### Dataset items
BEGIN

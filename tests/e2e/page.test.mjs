// End-to-end tests of the offline page, opened from file:// in headless Chromium
// and headless Firefox (Debian's browsers, driven by puppeteer-core).
//
// Run by `./build.sh test` after dist/ is built.  dist/index.html is the whole
// page in one file: any console error, uncaught page error, or request other
// than that file itself (or data:/blob: URLs) fails.
//
// Expected values are closed forms from outside the project:
// N. Mohan, T. M. Undeland, W. P. Robbins, "Power Electronics: Converters,
// Applications and Design", 3rd ed., Wiley 2003, ch. 5 (three-phase full
// bridge, Vdo = (3 sqrt2 / pi) V_LL = 1.3505 V_LL) and ch. 6 (phase control,
// Vd = Vdo cos(alpha) before the commutation drop); twelve-pulse with the two
// bridge outputs in series: Vdo = 2 x 1.3505 V_LL on equal secondaries.

import { test, before, after, describe } from "node:test";
import assert from "node:assert/strict";
import fs from "node:fs";
import os from "node:os";
import path from "node:path";
import { pathToFileURL } from "node:url";
import { BROWSERS } from "./browsers.mjs";

const DIST = path.resolve(process.env.RECTIFIELD_DIST || "dist");
const INDEX = path.join(DIST, "index.html");
const INDEX_URL = pathToFileURL(INDEX).href;
const ARTIFACTS = path.resolve("tests/artifacts");
const K6 = (3 * Math.SQRT2) / Math.PI; // 1.3505
const TIMEOUT = 45000;


function close(got, want, rel) {
  return Math.abs(got - want) <= rel * Math.abs(want);
}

END

### WORK REQUIRED
Take the line that contains "N. Mohan, T." and each line after it through the end of the records, and repeat them all exactly. Nothing else.

### THE ANSWER
// N. Mohan, T. M. Undeland, W. P. Robbins, "Power Electronics: Converters,
// Applications and Design", 3rd ed., Wiley 2003, ch. 5 (three-phase full
// bridge, Vdo = (3 sqrt2 / pi) V_LL = 1.3505 V_LL) and ch. 6 (phase control,
// Vd = Vdo cos(alpha) before the commutation drop); twelve-pulse with the two
// bridge outputs in series: Vdo = 2 x 1.3505 V_LL on equal secondaries.

import { test, before, after, describe } from "node:test";
import assert from "node:assert/strict";
import fs from "node:fs";
import os from "node:os";
import path from "node:path";
import { pathToFileURL } from "node:url";
import { BROWSERS } from "./browsers.mjs";

const DIST = path.resolve(process.env.RECTIFIELD_DIST || "dist");
const INDEX = path.join(DIST, "index.html");
const INDEX_URL = pathToFileURL(INDEX).href;
const ARTIFACTS = path.resolve("tests/artifacts");
const K6 = (3 * Math.SQRT2) / Math.PI; // 1.3505
const TIMEOUT = 45000;


function close(got, want, rel) {
  return Math.abs(got - want) <= rel * Math.abs(want);
}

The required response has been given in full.